BEGIN MATERIAL SHOWN
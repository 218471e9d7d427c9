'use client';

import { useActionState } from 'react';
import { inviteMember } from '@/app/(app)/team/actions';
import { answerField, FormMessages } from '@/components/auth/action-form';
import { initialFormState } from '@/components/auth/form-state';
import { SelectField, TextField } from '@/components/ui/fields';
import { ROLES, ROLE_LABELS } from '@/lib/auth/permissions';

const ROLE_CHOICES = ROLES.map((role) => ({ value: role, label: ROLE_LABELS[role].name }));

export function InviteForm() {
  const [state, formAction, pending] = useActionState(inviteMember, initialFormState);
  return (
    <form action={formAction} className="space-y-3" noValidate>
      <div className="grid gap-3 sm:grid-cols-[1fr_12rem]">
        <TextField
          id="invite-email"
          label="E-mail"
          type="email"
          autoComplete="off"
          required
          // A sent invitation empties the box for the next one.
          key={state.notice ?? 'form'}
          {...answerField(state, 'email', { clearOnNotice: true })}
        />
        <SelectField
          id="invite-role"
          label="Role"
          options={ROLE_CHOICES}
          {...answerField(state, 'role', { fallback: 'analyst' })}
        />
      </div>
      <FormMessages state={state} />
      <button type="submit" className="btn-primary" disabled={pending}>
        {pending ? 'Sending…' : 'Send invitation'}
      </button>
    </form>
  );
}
END MATERIAL SHOWN
BEGIN MATERIAL SHOWN
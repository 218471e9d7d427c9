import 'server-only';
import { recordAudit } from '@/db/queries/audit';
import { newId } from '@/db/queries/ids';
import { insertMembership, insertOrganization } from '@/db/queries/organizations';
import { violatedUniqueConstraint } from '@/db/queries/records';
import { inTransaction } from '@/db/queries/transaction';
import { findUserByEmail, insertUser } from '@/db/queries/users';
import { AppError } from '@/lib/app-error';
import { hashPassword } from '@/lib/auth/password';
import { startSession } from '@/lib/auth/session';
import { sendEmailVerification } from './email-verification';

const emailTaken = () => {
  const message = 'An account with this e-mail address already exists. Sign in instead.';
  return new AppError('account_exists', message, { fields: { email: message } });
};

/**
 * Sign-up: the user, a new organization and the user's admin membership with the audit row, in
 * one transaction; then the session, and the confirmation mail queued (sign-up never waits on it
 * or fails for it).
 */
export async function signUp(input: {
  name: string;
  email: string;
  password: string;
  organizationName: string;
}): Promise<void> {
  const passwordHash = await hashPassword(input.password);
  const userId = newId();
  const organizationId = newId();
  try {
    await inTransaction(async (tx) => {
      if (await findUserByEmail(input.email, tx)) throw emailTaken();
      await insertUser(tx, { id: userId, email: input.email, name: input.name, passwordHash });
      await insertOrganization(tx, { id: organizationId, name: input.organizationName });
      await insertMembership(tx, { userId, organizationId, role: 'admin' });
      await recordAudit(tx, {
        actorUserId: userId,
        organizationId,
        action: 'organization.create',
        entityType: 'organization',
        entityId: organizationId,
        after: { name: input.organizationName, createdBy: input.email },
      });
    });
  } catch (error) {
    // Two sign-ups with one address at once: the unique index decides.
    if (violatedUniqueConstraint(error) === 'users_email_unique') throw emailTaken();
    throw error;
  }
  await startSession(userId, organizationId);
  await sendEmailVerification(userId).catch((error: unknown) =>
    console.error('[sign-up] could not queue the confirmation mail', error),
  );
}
END MATERIAL SHOWN
## EXERCISE DETAILS
What is needed is a verbatim copy of every line in the records above from the one containing "export async function" down to the one containing "unique index decides.", both included, and nothing more.

## WRITTEN REPLY
export async function signUp(input: {
  name: string;
  email: string;
  password: string;
  organizationName: string;
}): Promise<void> {
  const passwordHash = await hashPassword(input.password);
  const userId = newId();
  const organizationId = newId();
  try {
    await inTransaction(async (tx) => {
      if (await findUserByEmail(input.email, tx)) throw emailTaken();
      await insertUser(tx, { id: userId, email: input.email, name: input.name, passwordHash });
      await insertOrganization(tx, { id: organizationId, name: input.organizationName });
      await insertMembership(tx, { userId, organizationId, role: 'admin' });
      await recordAudit(tx, {
        actorUserId: userId,
        organizationId,
        action: 'organization.create',
        entityType: 'organization',
        entityId: organizationId,
        after: { name: input.organizationName, createdBy: input.email },
      });
    });
  } catch (error) {
    // Two sign-ups with one address at once: the unique index decides.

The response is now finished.